JAKARTA – Badan Riset dan Inovasi Nasional (BRIN), melalui Organisasi Riset dan Kesehatan, mengembangkan sistem diagnosis malaria dengan memanfaatkan teknologi Artifial Intelligence (AI).
Inovasi ini diungkapkan dalam pertemuan daring bertajuk Peran AI dalam Diagnosis Malaria pada Rabu, 7 Mei. Di pertemuan tersebut, Peneliti Ahli Utama Pusat Riset Biologi Molekuler Eijkman BRIN Puji Budi Setiah Asih menyinggung tentang pentingnya teknologi ini.
Faktanya, malaria merupakan salah satu masalah kesehatan yang sering ditemukan di Indonesia. Berdasarkan data Kementerian Kesehatan terkini, Papua menjadi wilayah dengan kasus malalria tertinggi. Provinsi tersebut menyumbang 88 persen dari total kasus malaria di Indonesia.
Melihat tingginya kasus malaria di Tanah Air, penanganan yang cepat sangat diperlukan. Oleh karena itu, BRIN mengembangkan pendekatan mikroskopis berbasis AI. Menurut Puji, pemanfaatan teknologi ini dapat membantu negara dalam mendiagnosis penyakitnya secara akurat.
"(pendekatan ini) akan membantu meningkatkan sensitivitas dan akurasi diagnostik, yang merupakan prasyarat untuk eliminasi malaria. Data yang digunakan dalam pengembangan ini berasal dari berbagai pelosok Indonesia, memungkinkan sistem untuk mengenali beragam spesies parasit malaria,” kata Puji.
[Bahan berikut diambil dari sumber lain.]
/**
 * Browser specs of the sequence designer (issue 4 §12): build on a template, save a revision, see it in
 * the history and the diff; a clinician's read-only view; the live preview lighting up steps.
 */
import { assert, eventually, test } from "../harness";
import { DesignerPage } from "../pages/designer-page";
import { SignInPage } from "../pages/sign-in-page";
import { ComparePage, DEMO_PROJECT, HistoryPage, NewSequencePage, projectIdByName } from "../pages/sequence-pages";

export const tests = [
  test("an engineer adds a hold step to assist-volume, saves revision 2, sees it in history and the diff; a clinician reads it", async ({ page, baseUrl, newContext }) => {
    await new SignInPage(page, baseUrl).signInAs("engineer");
    const projectId = await projectIdByName(page, DEMO_PROJECT);
    const sequenceId = await new NewSequencePage(page, baseUrl).create(projectId, `E2E hold ${Date.now()}`, "assist-volume");

    const designer = new DesignerPage(page, baseUrl);
    await designer.waitReady();
    assert.equal(await designer.baseRevision(), 1);
    assert.equal(await designer.isReadOnly(), false);
    assert.deepEqual((await designer.stepNames()).sort(), ["expire", "highPressure", "hold", "inhale", "standby"]);

    // A second pause step between inhale and expiration.
    const hold = await designer.addStep("hold");
    assert.equal(hold, "hold2");
    await designer.autoLayout();
    await designer.connect(hold, "expire");
    // The new transition is selected: make it a 0.3 s timer.
    await designer.setTimer("0.3");
    await eventually(async () => assert.match((await designer.edgeLabel(hold, "expire").textContent()) ?? "", /after 0\.3 s/));
    // Route inhale's "no pause" exit through the new step.
    await designer.selectTransition("inhale", "expire");
    await designer.setTarget(hold);
    await designer.edgeLabel("inhale", hold).waitFor();

    const saved = await designer.save("Second pause before expiration");
    assert.equal(saved, 2);
    assert.equal(await designer.baseRevision(), 2);

    const history = new HistoryPage(page, baseUrl);
    await history.goto(projectId, sequenceId);
    const revisions = await history.revisions();
    assert.deepEqual(revisions.map((r) => r.number), [2, 1]);
    assert.equal(revisions[0].message, "Second pause before expiration");

    await history.compareTicked();
    const compare = new ComparePage(page);
    const diffs = await compare.differences();
    assert.ok(diffs.some((d) => d.kind === "added" && d.text.includes(hold)), `no added ${hold} in ${JSON.stringify(diffs)}`);
    assert.ok(diffs.some((d) => d.kind === "added" && d.text.includes(`${hold} → expire (timer 0.3)`)));
    assert.ok(diffs.some((d) => d.text.includes(`inhale → ${hold}`)));
    assert.deepEqual(await compare.markedSteps("b"), { [hold]: "added" });

    // A clinician opens the same sequence: everything visible, nothing editable, the preview still runs.
    const clinicianContext = await newContext();
    const clinicianPage = await clinicianContext.newPage();
    await new SignInPage(clinicianPage, baseUrl).signInAs("clinician");
    const reader = new DesignerPage(clinicianPage, baseUrl);
    await reader.goto(projectId, sequenceId);
    assert.equal(await reader.isReadOnly(), true);
    assert.equal(await reader.baseRevision(), 2);
    assert.ok((await reader.stepNames()).includes(hold));
    assert.equal(await clinicianPage.getByTestId("read-only-badge").count(), 1);
    assert.equal(await reader.palette("hold").count(), 0);
    assert.equal(await clinicianPage.getByTestId("save-revision").count(), 0);
    await reader.selectStep(hold);
    assert.equal(await clinicianPage.getByTestId("step-name").isDisabled(), true);
    await reader.play(5);
    await eventually(async () => assert.notEqual(await reader.activeStep(), null), 10_000);
  }),

  test("the live preview lights up the steps as the sequence moves through them", async ({ page, baseUrl }) => {
    await new SignInPage(page, baseUrl).signInAs("engineer");
    const projectId = await projectIdByName(page, DEMO_PROJECT);
    const sequenceId = await new NewSequencePage(page, baseUrl).create(projectId, `E2E preview ${Date.now()}`, "assist-volume");
    const designer = new DesignerPage(page, baseUrl);
    await designer.goto(projectId, sequenceId);
    assert.equal(await designer.activeStep(), "inhale", "the entry step is lit before playing");

    await designer.recordLitSteps();
    await designer.play(2);
    // Two breaths: 2 × 60/RR = 8 s of sequence at 2× real time.
    const seen = await eventually(
      async () => {
        const lit = await designer.litSteps();
        assert.ok(lit.length >= 6, `lit so far: ${lit.join(" → ")}`);
        return lit;
      },
      20_000,
    );
    // The cycle as assist-volume defines it (no patient effort: mandatory breaths), in order.
    assert.equal(seen.slice(0, 6).join(" → "), "hold → expire → inhale → hold → expire → inhale");

    const stats = await eventually(async () => {
      const s = await designer.previewStats();
      assert.ok(s && s.fps > 0);
      return s;
    });
    // 2× real time on a 10 ms scan is 200 scans/s; allow for a slow CI machine.
    assert.ok(stats.scans > 100, `only ${stats.scans} scans/s`);
    console.log(`      preview: ${stats.fps} fps, ${stats.scans} scans/s, engine ${stats.engineMs} ms/frame`);

    await designer.pause();
    const pausedAt = await page.getByTestId("preview-time").textContent();
    await page.getByTestId("preview-step").click();
    const stepped = await page.getByTestId("preview-time").textContent();
    assert.ok(Math.abs(Number(stepped) - Number(pausedAt) - 0.01) < 0.0051, `${pausedAt} → ${stepped}`);
  }),

  test("a stale save explains itself and loses nothing; blocking problems come back from the server; drafts survive a reload", async ({ page, baseUrl, newContext }) => {
    await new SignInPage(page, baseUrl).signInAs("engineer");
    const projectId = await projectIdByName(page, DEMO_PROJECT);
    const sequenceId = await new NewSequencePage(page, baseUrl).create(projectId, `E2E conflict ${Date.now()}`, "assist-volume");
    const first = new DesignerPage(page, baseUrl);
    await first.waitReady();

    const otherContext = await newContext();
    const otherPage = await otherContext.newPage();
    await new SignInPage(otherPage, baseUrl).signInAs("engineer");
    const second = new DesignerPage(otherPage, baseUrl);
    await second.goto(projectId, sequenceId);

    // The second adds a step with no way out: the server refuses with 422 and lists why (checked only on a current base).
    const stuck = await second.addStep("hold");
    assert.equal(await second.saveExpectingRefusal("with a dead end"), "invalid");
    const serverProblems = otherPage.getByTestId("server-problems");
    await serverProblems.waitFor();
    assert.match((await serverProblems.textContent()) ?? "", new RegExp(stuck));
    await second.selectStep(stuck);
    await second.shortcut("Delete");
    assert.ok(!(await second.stepNames()).includes(stuck));

    // The first engineer saves revision 2 (PEEP typed with a unit: 0.1 psi = 7.03 cmH2O).
    await first.openSettings();
    await first.setSetting("PEEP", "0.1 psi");
    assert.equal(await first.settingValue("PEEP"), "7.0307");
    assert.equal(await first.save("PEEP 7"), 2);

    // Then a valid edit on the stale base: 409, explained, edits kept.
    await second.openSettings();
    await second.setSetting("Vt", "450");
    assert.equal(await second.saveExpectingRefusal("Vt 450"), "stale");
    assert.equal(await second.settingValue("Vt"), "450");
    await otherPage.getByTestId("load-latest").click();
    await eventually(async () => assert.equal(await second.baseRevision(), 2));
    assert.equal(await second.settingValue("Vt"), "400");
    assert.equal(await second.settingValue("PEEP"), "7.0307");
    // One undo brings the second engineer's own version back; saved on top of revision 2.
    await second.shortcut("Control+z");
    assert.equal(await second.settingValue("Vt"), "450");
    assert.equal(await second.save("Vt 450 on top of r2"), 3);

    // Unsaved edits survive a reload, offered back from the browser's storage.
    await second.setSetting("RR", "18");
    await otherPage.waitForTimeout(1200);
    // Leaving with unsaved edits asks first (beforeunload): say yes.
    otherPage.once("dialog", (d) => void d.accept());
    await second.goto(projectId, sequenceId);
    await otherPage.getByTestId("draft-offer").waitFor();
    await otherPage.getByTestId("restore-draft").click();
    await second.openSettings();
    assert.equal(await second.settingValue("RR"), "18");
  }),

  test("canvas keys: multi-select, copy/paste, delete, undo/redo, fit and layout; JSON export and import; old revisions read-only", async ({ page, baseUrl }) => {
    await new SignInPage(page, baseUrl).signInAs("engineer");
    const projectId = await projectIdByName(page, DEMO_PROJECT);
    const sequenceId = await new NewSequencePage(page, baseUrl).create(projectId, `E2E keys ${Date.now()}`, "assist-volume");
    const designer = new DesignerPage(page, baseUrl);
    await designer.waitReady();
    const original = (await designer.stepNames()).sort();

    await designer.selectSteps(["inhale", "hold"]);
    assert.deepEqual((await designer.selectedSteps()).sort(), ["hold", "inhale"]);
    await designer.shortcut("Control+c");
    await designer.shortcut("Control+v");
    await eventually(async () => assert.deepEqual((await designer.stepNames()).sort(), [...original, "hold2", "inhale2"].sort()));
    // The copies keep the transition between them.
    await designer.edgeLabel("inhale2", "hold2").first().waitFor();
    assert.deepEqual((await designer.selectedSteps()).sort(), ["hold2", "inhale2"]);

    await designer.shortcut("Delete");
    await eventually(async () => assert.deepEqual((await designer.stepNames()).sort(), original));
    await designer.shortcut("Control+z");
    await eventually(async () => assert.ok((await designer.stepNames()).includes("inhale2")));
    await designer.shortcut("Control+Shift+z");
    await eventually(async () => assert.deepEqual((await designer.stepNames()).sort(), original));

    await designer.shortcut("l");
    await designer.settle();
    await designer.shortcut("f");
    await designer.settle();
    const box = await page.getByTestId("sequence-canvas").boundingBox();
    for (const step of original) {
      const b = await designer.node(step).boundingBox();
      assert.ok(box && b && b.x >= box.x && b.x + b.width <= box.x + box.width + 1, `${step} is outside the canvas after fit`);
    }

    // Export, then a broken import changes nothing, then a good one (renamed step) loads and can be undone.
    const exported = await designer.exportFile();
    assert.match(exported.name, /\.tidewright\.json$/);
    const def = JSON.parse(exported.text) as { format: string; machine: { states: Record<string, unknown> } };
    assert.equal(def.format, "tidewright.sequence/1");
    assert.equal(await designer.importFile("broken.json", "{ not json"), "import-failed");
    assert.match((await page.getByTestId("import-errors").textContent()) ?? "", /not JSON/);
    const wrongKind = exported.text.replace('"kind": "hold"', '"kind": "pause"');
    assert.equal(await designer.importFile("wrong.json", wrongKind), "import-failed");
    assert.match((await page.getByTestId("import-errors").textContent()) ?? "", /meta\.kind/);
    assert.deepEqual((await designer.stepNames()).sort(), original);
    const renamed = exported.text.replaceAll('"standby"', '"parked"');
    assert.equal(await designer.importFile("renamed.json", renamed), "imported");
    await eventually(async () => assert.ok((await designer.stepNames()).includes("parked")));
    await designer.shortcut("Control+z");
    await eventually(async () => assert.ok((await designer.stepNames()).includes("standby")));

    // Revision 1 opened from the history link is read-only once revision 2 exists.
    await designer.selectStep("hold");
    await page.getByTestId("step-kind").selectOption("custom");
    assert.equal(await designer.save("hold becomes custom"), 2);
    await designer.goto(projectId, sequenceId, 1);
    assert.equal(await designer.isReadOnly(), true);
    assert.equal(await designer.baseRevision(), 1);
  }),
];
Meski pengembangan teknologi ini berjalan lancar sejauh ini, Puji mengungkapkan bahwa mereka juga menghadapi beberapa kendala. Salah satunya adalah standarisasi pewarnaan yang teppat untuk gambar yang akan dianalisis AI.
BACA JUGA:
"Pengembangan AI di masa depan untuk mendiagnosis malaria itu tantangannya mengenai pewarnaan dan pengukuran algoritmanya tersebut," jelas Puji. "Tetap ada human error (dalam analisisnya)."
Untuk saat ini, BRIN percaya dengan teknologi yang sedang mereka kembangkan. Ke depannya, lembaga riset tersebut berharap bahwa mereka dapat menggabungkan teknologi AI pendeteksi malaria ke teknologi seperti drone.
Penggabungan teknologi ini dilakukan untuk mencari tempat perindukan nyamuk malaria. Ketika tempat perindukan ini berhasil ditemukan, pihak terkait bisa mengatasi penyebaran penyakitnya lebih cepat dengan mematikan larva nyamuk di wilayah tersebut.
"Penemuan sumber larva atau larva source management untuk Anopheles melalui teknologi AI sangat membantu program pengendalian malaria," jelas Puji.